Egypt is seeking to reduce its reliance on sugar imports, and the International Finance Corporation (IFC), the World Bank’s private-sector arm, plans to support that effort.
According to documents reviewed by Ecofin Agency, the institution is considering a $40 million senior loan to Nile Sugar Company (S.A.E.), a private sugar beet producer founded in 2006 by the Sawiris family. The proposal, which has circulated internally for several months, is currently awaiting approval.
A seven-year financing structure
The proposed financing would be split into two equal tranches: $20 million provided directly by the IFC and another $20 million mobilized from third-party investors. The loan would have a seven-year maturity, including a three-year grace period.
Nile Sugar was acquired in 2019 by Orascom Investment Holding, the investment vehicle of billionaire Naguib Sawiris, in a transaction valued at 3.7 billion Egyptian pounds (about $71.8 million). The deal strengthened the group’s position in Egypt’s strategic agribusiness sector.
The funding will help develop 13,711 feddans (about 5,760 hectares) of farmland in Minya, Upper Egypt, for sugar beet cultivation.
The project also includes investments in infrastructure, equipment, and working capital, including financing for seeds and agricultural inputs supplied to the company’s network of smallholder farmers.
Part of Egypt’s desert land expansion strategy
The initiative is part of Egypt’s large-scale agricultural expansion program overseen by the Egyptian Countryside Development Company, a joint structure bringing together the ministries of Finance, Agriculture, and Housing.
The program aims to develop four million feddans (about 1.68 million hectares) of desert land by 2030, with the goal of boosting agricultural production, attracting domestic and foreign investment, and promoting sustainable development.
Nile Sugar’s refinery, located in Nubariyah along the Alexandria–Cairo desert road, currently processes up to 11,000 tons of sugar beet per day and produces around 232,000 tons of white sugar per season.

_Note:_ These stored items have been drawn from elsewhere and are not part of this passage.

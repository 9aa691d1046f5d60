package benchtrue.run;

import benchtrue.alarm.Alarm;
import benchtrue.model.Forgetting;
import benchtrue.model.Interval;
import java.time.Instant;
import java.util.List;
import org.jspecify.annotations.Nullable;

/** The closing summary: all that summary.json and summary.txt say. NaN is not known; times in s since the first reading. */
public record Closing(
        String sheetTitle,
        String item,
        String sheetSha256,
        List<String> cautions,
        List<Instrument> instruments,
        String sourceKind,
        String sourceName,
        @Nullable String sourceSha256,
        @Nullable Instant startedUtc,
        Readings readings,
        List<Held> held,
        List<Relation> relations,
        List<Result> results,
        List<Alarm> alarms,
        List<String> marks,
        List<String> careful,
        int status,
        String statusText) {

    /** @param dueNote empty, or that it was overdue at the recorded start, or that the start is not recorded */
    public record Instrument(
            String channel,
            String unit,
            @Nullable String due,
            String dueNote,
            @Nullable String correction) {}

    public record Readings(
            long seen,
            long used,
            long heldOut,
            long excluded,
            long malformed,
            long missing,
            long gaps,
            double first,
            double last,
            double seconds) {}

    /** How many readings were left out for one reason. */
    public record Held(String reason, long count) {}

    /**
     * @param unknowns of the whole run at λ = 1, of the live memory otherwise
     * @param floorRows pseudo-rows that the floor added
     * @param residualStandardDeviation of a reading of weight 1
     * @param weight of every reading; NaN where it varies
     * @param residualTests a sentence each
     */
    public record Relation(
            String equation,
            String response,
            String unit,
            Forgetting forgetting,
            String memory,
            long floorRows,
            List<Unknown> unknowns,
            double residualStandardDeviation,
            double weight,
            double degreesOfFreedom,
            double conditionIndex,
            List<List<String>> inseparable,
            double autocorrelation,
            double durbinWatson,
            double effectiveReadings,
            @Nullable Batch batch,
            @Nullable Constancy constancy,
            List<String> residualTests,
            List<Segment> segments) {}

    /** @param budget contributions to the standard uncertainty, each in {@code unit} */
    public record Unknown(
            String name,
            String unit,
            double estimate,
            double standardUncertainty,
            double expandedUncertainty,
            double coverageFactor,
            double degreesOfFreedom,
            boolean determined,
            boolean settled,
            double wanted,
            @Nullable Interval limits,
            String rule,
            @Nullable String verdict,
            @Nullable String verdictWithheld,
            double conformityProbability,
            List<Contribution> budget) {}

    public record Contribution(String name, double standardUncertainty, double degreesOfFreedom) {}

    /** The batch fit over the recorded rows beside the recursive one, in the order of the relation's unknowns. */
    public record Batch(List<Fitted> unknowns, double largestDifferenceInU, boolean agrees, String judgement) {}

    /** @param differenceInU (recursive − batch) in units of the standard uncertainty */
    public record Fitted(String name, double estimate, double standardUncertainty, double differenceInU) {}

    public record Constancy(double statistic, double degreesOfFreedom, double pValue) {}

    public record Segment(double from, double to, String reason, List<Unknown> unknowns) {}

    public record Result(
            String name,
            String unit,
            double value,
            double standardUncertainty,
            double expandedUncertainty,
            double coverageFactor,
            double degreesOfFreedom,
            @Nullable Interval limits,
            String rule,
            @Nullable String verdict,
            @Nullable String verdictWithheld,
            double conformityProbability) {}
}
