package benchtrue.run;

import benchtrue.alarm.ReferenceModel;
import benchtrue.sheet.BenchSheet;
import java.util.List;
import org.jspecify.annotations.Nullable;

/**
 * What a run is made of, fixed before its first reading.
 *
 * @param sheet with the options of the command line already in it
 * @param live whether readings come as they are measured
 * @param sourceKind "replay", "serial", …
 * @param sourceName of the folder or port as records name it
 * @param sourceSha256 of the file of a replay; null: none
 * @param references for each group the model of an earlier run; null where there is none
 */
public record Setup(
        BenchSheet sheet,
        boolean live,
        String sourceKind,
        String sourceName,
        @Nullable String sourceSha256,
        List<? extends @Nullable ReferenceModel> references) {}
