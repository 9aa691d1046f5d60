package benchtrue.run;

import benchtrue.alarm.Alarm;
import benchtrue.estimate.Agreement;
import benchtrue.estimate.ArithmeticCheck;
import benchtrue.estimate.Component;
import benchtrue.estimate.Constancy;
import benchtrue.estimate.Diagnosis;
import benchtrue.estimate.Estimator;
import benchtrue.estimate.Fit;
import benchtrue.estimate.NeweyWest;
import benchtrue.estimate.Uncertainty;
import benchtrue.estimate.Verdict;
import benchtrue.model.DecisionRule;
import benchtrue.model.Interval;
import benchtrue.sheet.Group;
import benchtrue.sheet.RelationSpec;
import benchtrue.sheet.Result;
import benchtrue.sheet.UnknownSpec;
import java.util.ArrayList;
import java.util.Arrays;
import java.util.List;
import org.jspecify.annotations.Nullable;

/** The closing of one group: unknowns with their budgets and verdicts, the batch fit beside them, tests, segments. */
final class GroupClosing {
    private final Engine engine;
    private final GroupRun run;
    private final Group group;
    private final BatchSink batch;
    private final ResidualSink residuals;
    private final double @Nullable [] corrected;

    /** @param corrected covariance of the whole segment for autocorrelated noise; null where there is none */
    GroupClosing(Engine engine, BatchSink batch, ResidualSink residuals, double @Nullable [] corrected) {
        this.engine = engine;
        this.batch = batch;
        this.residuals = residuals;
        this.corrected = corrected;
        run = batch.group();
        group = run.group();
    }

    private boolean forgets() {
        return run.forgetting().forgets();
    }

    /** What the top of the summary states: of the last segment at λ = 1, of the live memory otherwise. */
    private Estimates stated() {
        Estimates now = run.now();
        if (forgets() || !residuals.whole().determined()) {
            return now;
        }
        return new Estimates(
                now.values(),
                covariance(),
                now.degreesOfFreedom() / independent(),
                residuals.systematic(),
                now.channels(),
                now.other());
    }

    /** Of the whole segment at λ = 1, p×p. */
    private double[] covariance() {
        return corrected == null ? scaled(residuals.whole()) : corrected;
    }

    /** How many readings of the whole segment count as one. */
    private double independent() {
        return corrected == null
                ? 1
                : NeweyWest.factor(
                        corrected, scaled(residuals.whole()), group.unknowns().size());
    }

    /** s²P. */
    private static double[] scaled(Fit fit) {
        double variance = fit.determined() ? fit.residualSd() * fit.residualSd() : Double.NaN;
        return Arrays.stream(fit.covariance()).map(c -> variance * c).toArray();
    }

    void addTo(List<Closing.Relation> relations) {
        Estimates stated = stated();
        Diagnosis diagnosis = engine.settling(run.index()).diagnosis();
        for (int k = 0; k < run.specs().size(); k++) {
            relations.add(relation(k, stated, diagnosis));
        }
    }

    private Closing.Relation relation(int k, Estimates stated, Diagnosis diagnosis) {
        RelationSpec spec = run.specs().get(k);
        Estimator estimator = run.estimator();
        int[] places = spec.unknownIndex();
        return new Closing.Relation(
                spec.relation().text(),
                spec.relation().responseText(),
                spec.relation().responseUnit().symbol(),
                run.forgetting(),
                MemoryWords.of(run.forgetting().memory()),
                estimator.floorRows(),
                unknowns(places, stated, true),
                estimator.residualSd(k),
                spec.relation().constantWeight(),
                estimator.degreesOfFreedom(k),
                diagnosis.conditionIndex(),
                Names.groups(group, diagnosis.inseparable()),
                residuals.autocorrelation(k),
                residuals.durbinWatson(k),
                estimator.effectiveReadings() / (forgets() ? 1 : independent()),
                batch(places),
                constancy(),
                sentences(k),
                segments(places));
    }

    /** What concerns all relations of the group is said with the first. */
    private List<String> sentences(int k) {
        List<String> sentences = residuals.sentences(k);
        if (k == 0 && residuals.whole().determined()) {
            Estimates all = new Estimates(
                    residuals.whole().estimates(),
                    covariance(),
                    residuals.whole().degreesOfFreedom() / independent(),
                    residuals.systematic(),
                    run.now().channels(),
                    run.now().other());
            double[] expanded = new double[all.size()];
            for (int i = 0; i < expanded.length; i++) {
                expanded[i] = all.of(i).expanded();
            }
            sentences.addAll(residuals.model().sentences(expanded));
        }
        return sentences;
    }

    private List<Closing.Unknown> unknowns(int[] places, Estimates of, boolean last) {
        return Arrays.stream(places).mapToObj(i -> unknown(i, of, last)).toList();
    }

    private Closing.Unknown unknown(int i, Estimates of, boolean last) {
        UnknownSpec spec = group.unknowns().get(i);
        boolean determined = !Double.isNaN(of.values()[i])
                && (!last || engine.settling(run.index()).of(i) != Standing.NOT_DETERMINED)
                && !(last && residuals.model().onlyNoise(i));
        Uncertainty u = of.of(i);
        Judged judged = last && determined ? judge(of.values()[i], u, spec.limits()) : Judged.NONE;
        return new Closing.Unknown(
                spec.name(),
                spec.unit().symbol(),
                determined ? of.values()[i] : Double.NaN,
                determined ? u.standard() : Double.NaN,
                determined ? u.expanded() : Double.NaN,
                determined ? u.coverageFactor() : Double.NaN,
                determined ? u.degreesOfFreedom() : Double.NaN,
                determined,
                last && engine.settling(run.index()).of(i) == Standing.SETTLED,
                spec.wanted(),
                spec.limits(),
                rule(),
                judged.verdict,
                judged.withheld,
                judged.probability,
                determined && last ? budget(of.components(i)) : List.of());
    }

    private String rule() {
        DecisionRule rule = engine.setup().sheet().rule();
        return rule == null ? "" : rule.word();
    }

    /** A verdict, or why it is withheld. */
    private record Judged(
            @Nullable String verdict, @Nullable String withheld, double probability) {
        static final Judged NONE = new Judged(null, null, Double.NaN);
    }

    private Judged judge(double value, Uncertainty u, @Nullable Interval limits) {
        DecisionRule rule = engine.setup().sheet().rule();
        if (limits == null || rule == null) {
            return Judged.NONE;
        }
        Verdict verdict = Verdict.judge(value, u.expanded(), u.standard(), u.degreesOfFreedom(), limits, rule);
        Alarm drift = drift();
        return drift == null
                ? new Judged(verdict.word(), null, verdict.conformityProbability())
                : new Judged(null, Withheld.because(drift), verdict.conformityProbability());
    }

    private @Nullable Alarm drift() {
        for (RelationSpec spec : run.specs()) {
            Alarm alarm = engine.monitor().book().standingDrift(spec.label());
            if (alarm != null) {
                return alarm;
            }
        }
        return null;
    }

    private static List<Closing.Contribution> budget(List<Component> components) {
        return components.stream()
                .map(c -> new Closing.Contribution(c.name(), c.standardUncertainty(), c.degreesOfFreedom()))
                .toList();
    }

    private Closing.@Nullable Batch batch(int[] places) {
        Fit fit = batch.live();
        if (!fit.determined() || !run.estimator().determined()) {
            return null;
        }
        int p = fit.estimates().length;
        double[] covariance = run.now().covariance();
        double[] u = new double[p];
        for (int i = 0; i < p; i++) {
            u[i] = Math.sqrt(covariance[i * p + i]);
        }
        Agreement agreement = ArithmeticCheck.judge(
                run.estimates(), u, fit, run.estimator().floorRows() > 0 || batch.isDirectional());
        double[] batchCovariance = forgets() ? covariance : scaled(fit);
        List<Closing.Fitted> fitted = new ArrayList<>();
        for (int i : places) {
            fitted.add(new Closing.Fitted(
                    group.unknowns().get(i).name(),
                    fit.estimates()[i],
                    Math.sqrt(batchCovariance[i * p + i]),
                    agreement.differenceInU()[i]));
        }
        return new Closing.Batch(fitted, agreement.largestDifferenceInU(), agreement.agrees(), agreement.judgement());
    }

    private Closing.@Nullable Constancy constancy() {
        Fit whole = residuals.whole();
        if (!forgets() || !whole.determined() || !run.estimator().determined()) {
            return null;
        }
        Constancy constancy =
                Constancy.judge(run.estimates(), run.now().covariance(), whole.estimates(), scaled(whole));
        return constancy == null
                ? null
                : new Closing.Constancy(constancy.statistic(), constancy.degreesOfFreedom(), constancy.pValue());
    }

    private List<Closing.Segment> segments(int[] places) {
        List<Closing.Segment> segments = new ArrayList<>();
        for (BatchSink.Segment segment : residuals.segments()) {
            Fit fit = segment.fit();
            // What is systematic is common to all segments: they are compared by what the readings say.
            Estimates of = new Estimates(
                    fit.estimates(),
                    scaled(fit),
                    fit.degreesOfFreedom(),
                    new double[0][],
                    List.of(),
                    new double[fit.estimates().length]);
            segments.add(
                    new Closing.Segment(segment.from(), segment.to(), segment.reason(), unknowns(places, of, false)));
        }
        return segments;
    }

    Closing.Result result(Result result) {
        Estimates stated = stated();
        double value = result.constant() + stated.value(result.coefficients());
        Uncertainty u = stated.of(result.coefficients());
        Judged judged = Double.isNaN(value) ? Judged.NONE : judge(value, u, result.limits());
        return new Closing.Result(
                result.name(),
                result.unit().symbol(),
                value,
                u.standard(),
                u.expanded(),
                u.coverageFactor(),
                u.degreesOfFreedom(),
                result.limits(),
                rule(),
                judged.verdict,
                judged.withheld,
                judged.probability);
    }

    List<String> careful() {
        List<String> careful = new ArrayList<>();
        String name = run.specs().get(0).label();
        if (run.estimator().floorRows() > 0) {
            careful.add(name + ": the readings stopped carrying information in some direction while the memory went on"
                    + " forgetting; " + run.estimator().floorRows()
                    + " rows of the information floor held the estimates.");
        }
        Diagnosis diagnosis = engine.settling(run.index()).diagnosis();
        for (List<String> names : Names.groups(group, diagnosis.inseparable())) {
            careful.add(name + ": " + String.join(" and ", names) + " cannot be told apart by these readings.");
        }
        if (run.monitor().reference() == null) {
            careful.add(name + ": no reference model was adopted"
                    + because(engine.adoption(run.index()).waitingFor()) + ", so slow drift could not be judged.");
        }
        return careful;
    }

    private static String because(String why) {
        return why.isEmpty() ? "" : " (" + why + ")";
    }
}
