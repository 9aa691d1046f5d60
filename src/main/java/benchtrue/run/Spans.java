package benchtrue.run;

import java.util.Arrays;

/** A set of reading numbers that grows at its end, kept as spans: a run that leaves out little takes little space. */
final class Spans {
    private long[] bounds = new long[16];
    private int size;

    /** @param reading above all that were added */
    void add(long reading) {
        if (size > 0 && bounds[size - 1] == reading - 1) {
            bounds[size - 1] = reading;
            return;
        }
        if (size == bounds.length) {
            bounds = Arrays.copyOf(bounds, 2 * size);
        }
        bounds[size++] = reading;
        bounds[size++] = reading;
    }

    /** Takes out all from this reading on; returns how many there were. */
    long removeFrom(long reading) {
        long removed = 0;
        while (size > 0 && bounds[size - 1] >= reading) {
            long first = Math.max(bounds[size - 2], reading);
            removed += bounds[size - 1] - first + 1;
            if (first == bounds[size - 2]) {
                size -= 2;
            } else {
                bounds[size - 1] = reading - 1;
            }
        }
        return removed;
    }

    /** Answers in order: each reading asked must be at least the one asked before. */
    Cursor cursor() {
        return new Cursor();
    }

    /** Walks the spans upwards. */
    final class Cursor {
        private int at;

        boolean contains(long reading) {
            while (at < size && bounds[at + 1] < reading) {
                at += 2;
            }
            return at < size && bounds[at] <= reading;
        }
    }
}
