package benchtrue.run;

import benchtrue.alarm.Alarm;
import benchtrue.model.DecisionRule;
import benchtrue.sheet.BenchSheet;
import benchtrue.sheet.Channel;
import java.time.LocalDate;
import java.time.ZoneOffset;
import java.util.ArrayList;
import java.util.List;
import org.jspecify.annotations.Nullable;

/** Makes the closing summary of a run as it stands: the record is read again for the batch fits and the tests of residuals. */
final class Closer {
    private final Engine engine;
    private final SourceMaker record;
    private final boolean lost;
    private final BenchSheet sheet;

    /** @param lost whether the source was lost before its end */
    Closer(Engine engine, SourceMaker record, boolean lost) {
        this.engine = engine;
        this.record = record;
        this.lost = lost;
        sheet = engine.setup().sheet();
    }

    Closing close() {
        for (GroupRun group : engine.groups()) {
            engine.settling(group.index())
                    .evaluate(
                            engine.reading(),
                            engine.time(),
                            engine.monitor().book().anyStanding());
        }
        List<GroupClosing> groups = analysed();
        List<Closing.Relation> relations = new ArrayList<>();
        groups.forEach(group -> group.addTo(relations));
        List<Closing.Result> results = new ArrayList<>();
        sheet.results().forEach(r -> results.add(groups.get(r.group()).result(r)));
        List<Alarm> alarms = engine.monitor().book().alarms();
        Outcome outcome = Outcome.of(relations, results, alarms, lost);
        Setup setup = engine.setup();
        return new Closing(
                sheet.title(),
                sheet.item(),
                sheet.sha256(),
                sheet.cautions(),
                instruments(),
                setup.sourceKind(),
                setup.sourceName(),
                setup.sourceSha256(),
                engine.startedUtc(),
                engine.tally().closing(engine.monitor().gaps()),
                engine.tally().reasons(),
                relations,
                results,
                alarms,
                engine.acts().marks(),
                careful(groups),
                outcome.status(),
                outcome.text());
    }

    private List<GroupClosing> analysed() {
        SecondPass pass = new SecondPass(engine, record);
        Systematic systematic = new Systematic(sheet);
        Systematic noise = engine.noise().again(sheet);
        List<BatchSink> batches = engine.groups().stream().map(BatchSink::new).toList();
        pass.run(batches);
        List<ResidualSink> residuals = batches.stream()
                .map(b -> new ResidualSink(b, systematic, noise))
                .toList();
        pass.run(residuals, systematic, noise);
        List<ResidualSink.Correction> corrections =
                residuals.stream().map(ResidualSink::correction).toList();
        boolean correct = residuals.stream().anyMatch(ResidualSink::autocorrelated);
        if (correct) {
            pass.run(corrections);
        }
        List<GroupClosing> groups = new ArrayList<>();
        for (int g = 0; g < batches.size(); g++) {
            ResidualSink residual = residuals.get(g);
            groups.add(new GroupClosing(
                    engine,
                    batches.get(g),
                    residual,
                    residual.autocorrelated() ? corrections.get(g).covariance() : null));
        }
        return groups;
    }

    private List<Closing.Instrument> instruments() {
        List<Closing.Instrument> instruments = new ArrayList<>();
        for (Channel channel : sheet.channels()) {
            instruments.add(new Closing.Instrument(
                    channel.name(),
                    channel.unit().symbol(),
                    channel.due() == null ? null : channel.due().toString(),
                    dueNote(channel.due()),
                    channel.correction() == null ? null : channel.correction().text()));
        }
        return instruments;
    }

    private String dueNote(@Nullable LocalDate due) {
        if (due == null) {
            return "";
        }
        if (engine.startedUtc() == null) {
            return "start not recorded: check";
        }
        LocalDate start = engine.startedUtc().atZone(ZoneOffset.UTC).toLocalDate();
        return start.isAfter(due) ? "OVERDUE at the recorded start" : "";
    }

    private List<String> careful(List<GroupClosing> groups) {
        List<String> careful = new ArrayList<>();
        if (lost) {
            careful.add("The source was lost before its end: what came after is not in these numbers.");
        }
        if (engine.exclusions().stream().anyMatch(e -> e.dated())) {
            careful.add(
                    "The sheet dates an exclusion, but the record does not say when it began: nothing was excluded by it.");
        }
        instruments().stream()
                .filter(i -> i.dueNote().startsWith("OVERDUE"))
                .forEach(
                        i -> careful.add("The instrument of channel " + i.channel() + " was overdue for calibration."));
        DecisionRule rule = sheet.rule();
        boolean limits = sheet.results().stream().anyMatch(r -> r.limits() != null)
                || sheet.groups().stream().flatMap(g -> g.unknowns().stream()).anyMatch(u -> u.limits() != null);
        if (rule == null && limits) {
            careful.add(
                    "No decision rule was chosen beforehand ([verdict] rule), so no verdict is given on the limits.");
        }
        groups.forEach(group -> careful.addAll(group.careful()));
        return careful;
    }
}
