package benchtrue.run;

/** Takes one reading after the other from row to estimate, test, alarm and event. */
public final class Engine {}
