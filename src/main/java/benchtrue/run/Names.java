package benchtrue.run;

import benchtrue.sheet.Group;
import java.util.List;

/** Names of the unknowns of a group. */
final class Names {
    private Names() {}

    static List<List<String>> groups(Group group, List<List<Integer>> places) {
        return places.stream()
                .map(one ->
                        one.stream().map(i -> group.unknowns().get(i).name()).toList())
                .toList();
    }
}
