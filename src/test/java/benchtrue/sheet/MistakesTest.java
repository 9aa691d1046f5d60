package benchtrue.sheet;

import static org.assertj.core.api.Assertions.assertThat;

import java.io.IOException;
import java.nio.file.Files;
import java.nio.file.Path;
import java.util.List;
import java.util.Objects;
import org.junit.jupiter.api.Test;
import org.junit.jupiter.api.io.TempDir;
import org.junit.jupiter.params.ParameterizedTest;
import org.junit.jupiter.params.provider.CsvSource;

/** Every mistake in a sheet is told with its place, and with what to write instead or look at. */
final class MistakesTest {
    private static final String SHEET = """
            title = "Gear-pump slip"
            item = "pump 0417"

            [channels]
            n = { unit = "rev/min", interval = [0, 3000], resolution = 1, adjustable = true, operate = [900, 2400] }
            dp = { unit = "bar", interval = [0, 250], correction = "1.002*x - 0.1", due = 2027-03-01 }
            Q = { unit = "L/min", interval = [0, 40], noise = 0.06 }

            [constants]
            I0 = { value = 1, unit = "A" }

            [derived]
            P = "dp*Q"

            [operate]
            joint = ["n*dp < 3.5e5"]

            [[relations]]
            equation = "Q = D*n + c*dp + q0"
            memory = "120 s"
            forgetting = "exponential"
            outliers = "hold out"
            weight = "1/0.06^2"

            [relations.unknowns]
            D = { unit = "cm^3/rev", plausible = [9, 13], wanted = 0.02, limits = [11.2, 11.4] }

            [[results]]
            name = "flow"
            expression = "D*(1800 rev/min) + q0"
            limits = [16.0, inf]

            [[points]]
            set = { n = 1500 }
            dwell = "30 s"

            [[exclude]]
            from = 10.0
            to = 20.0
            reason = "coupling reseated"

            [reference]
            after = "120 s"

            [alarms]
            false_alarms = "1 per 8 h"

            [verdict]
            rule = "U"

            [line]
            baud = 115200
            """;

    @TempDir
    private Path folder;

    private SheetReading read(String text) throws IOException {
        Path file = folder.resolve("sheet.toml");
        Files.writeString(file, text);
        return SheetReader.read(file);
    }

    @Test
    void thePatternOfAllThatFollowsIsSound() throws IOException {
        SheetReading reading = read(SHEET);
        assertThat(reading.mistakes()).isEmpty();
        assertThat(reading.sheet()).isNotNull();
    }

    /** Each: what is replaced, by what, on which line the mistake is, and what must be said. */
    @ParameterizedTest
    @CsvSource(
            delimiter = '|',
            quoteCharacter = '`',
            value = {
                "title = | titel = | 1 | title",
                "unit = \"rev/min\" | unit = \"rvs/min\" | 5 | rvs",
                "interval = [0, 3000] | interval = [3000, 0] | 5 | interval",
                "interval = [0, 3000] | interval = [0] | 5 | interval",
                "interval = [0, 3000] | interval = \"0-3000\" | 5 | interval",
                "resolution = 1 | resolution = -1 | 5 | resolution",
                "resolution = 1 | resolutoin = 1 | 5 | resolution",
                "adjustable = true | adjustable = \"yes\" | 5 | adjustable",
                "correction = \"1.002*x - 0.1\" | correction = \"1.002*y - 0.1\" | 6 | y",
                "correction = \"1.002*x - 0.1\" | correction = \"1.002*x -\" | 6 | ends",
                "due = 2027-03-01 | due = \"soon\" | 6 | due",
                "noise = 0.06 | noise = \"small\" | 7 | noise",
                "noise = 0.06 | noise = -0.06 | 7 | noise",
                "value = 1, | | 10 | value",
                "P = \"dp*Q\" | P = \"dp*R\" | 13 | R",
                "P = \"dp*Q\" | P = \"dp + Q\" | 13 | unit",
                "n*dp < 3.5e5 | n*dq < 3.5e5 | 16 | dq",
                "equation = \"Q = D*n + c*dp + q0\" | equation = \"D*n + c*dp + q0\" | 19 | =",
                "equation = \"Q = D*n + c*dp + q0\" | equation = \"Q = D*n + c*D*dp + q0\" | 19 | linear",
                "equation = \"Q = D*n + c*dp + q0\" | equation = \"Q = exp(D*n) + q0\" | 19 | linear",
                "equation = \"Q = D*n + c*dp + q0\" | equation = \"Q = D*n + c*(dp + q0\" | 19 | )",
                "equation = \"Q = D*n + c*dp + q0\" | equation = \"Q = D*n + n + q0\" | 19 | unit",
                "memory = \"120 s\" | memory = \"120\" | 20 | memory",
                "memory = \"120 s\" | memory = \"long\" | 20 | memory",
                "forgetting = \"exponential\" | forgetting = \"linear\" | 21 | directional",
                "outliers = \"hold out\" | outliers = \"drop\" | 22 | hold out",
                "weight = \"1/0.06^2\" | weight = \"1/s^2\" | 23 | s",
                "D = { unit = \"cm^3/rev\", | E = { unit = \"cm^3/rev\", | 26 | E",
                "unit = \"cm^3/rev\" | unit = \"bar\" | 19 | D in bar",
                "wanted = 0.02 | wanted = 0 | 26 | wanted",
                "limits = [11.2, 11.4] | limits = [11.4, 11.2] | 26 | limits",
                "expression = \"D*(1800 rev/min) + q0\" | expression = \"D*(1800 rev/min)*q0\" | 30 | multiply",
                "expression = \"D*(1800 rev/min) + q0\" | expression = \"F*(1800 rev/min) + q0\" | 30 | F",
                "set = { n = 1500 } | set = { w = 1500 } | 34 | w",
                "dwell = \"30 s\" | dwell = \"30\" | 35 | dwell",
                "to = 20.0 | to = 5.0 | 39 | to",
                "after = \"120 s\" | after = \"soon\" | 43 | after",
                "false_alarms = \"1 per 8 h\" | false_alarms = \"never\" | 46 | false alarms",
                "rule = \"U\" | rule = \"2U\" | 49 | rule",
                "baud = 115200 | baud = \"fast\" | 52 | baud",
                "baud = 115200 | bauds = 115200 | 52 | baud",
                "[verdict] | [verdicts] | 48 | verdict",
                "[alarms] | [alarms | 45 | ]"
            })
    void isToldWithItsPlaceAndItsRemedy(String what, String instead, int line, String said) throws IOException {
        assertThat(SHEET).contains(what);
        SheetReading reading = read(SHEET.replace(what, Objects.requireNonNullElse(instead, "")));
        List<Mistake> mistakes = reading.mistakes();
        assertThat(reading.sheet()).as("%s", mistakes).isNull();
        assertThat(mistakes).isNotEmpty();
        assertThat(mistakes).as("%s", mistakes).anySatisfy(mistake -> {
            assertThat(mistake.toString()).contains("sheet.toml:" + line + ":").contains(said);
            assertThat(mistake.remedy()).isNotEmpty();
        });
    }
}
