package benchtrue.run;

/** How far an unknown has come, as screens and files say it. */
enum Standing {
    NOT_DETERMINED("not determined"),
    WEAK("weak"),
    SETTLING("settling"),
    SETTLED("settled");

    private final String word;

    Standing(String word) {
        this.word = word;
    }

    String word() {
        return word;
    }
}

Although the plant is located about 350 kilometers from the new farming areas in Minya, the IFC considers it directly linked to the project because it relies almost entirely on supply from the farms being developed.
Closing Egypt’s sugar gap
Egypt’s sugar production reached 2.8 million tons in 2025, with authorities targeting 2.9 million tons in 2026, equivalent to a self-sufficiency rate of around 81%. The figure marks a slight improvement after falling to 75.8% in 2024.
Still, the country consumes about 3.2 million tons of sugar each year, leaving a structural supply gap that authorities are trying to close through new agricultural land development and expanded private-sector production.
Sugar imports are expected to fall to 1.5 million tons in the 2024–2025 season, down from 1.8 million tons the previous campaign, reflecting a gradual shift toward import substitution that the IFC-backed investment seeks to accelerate.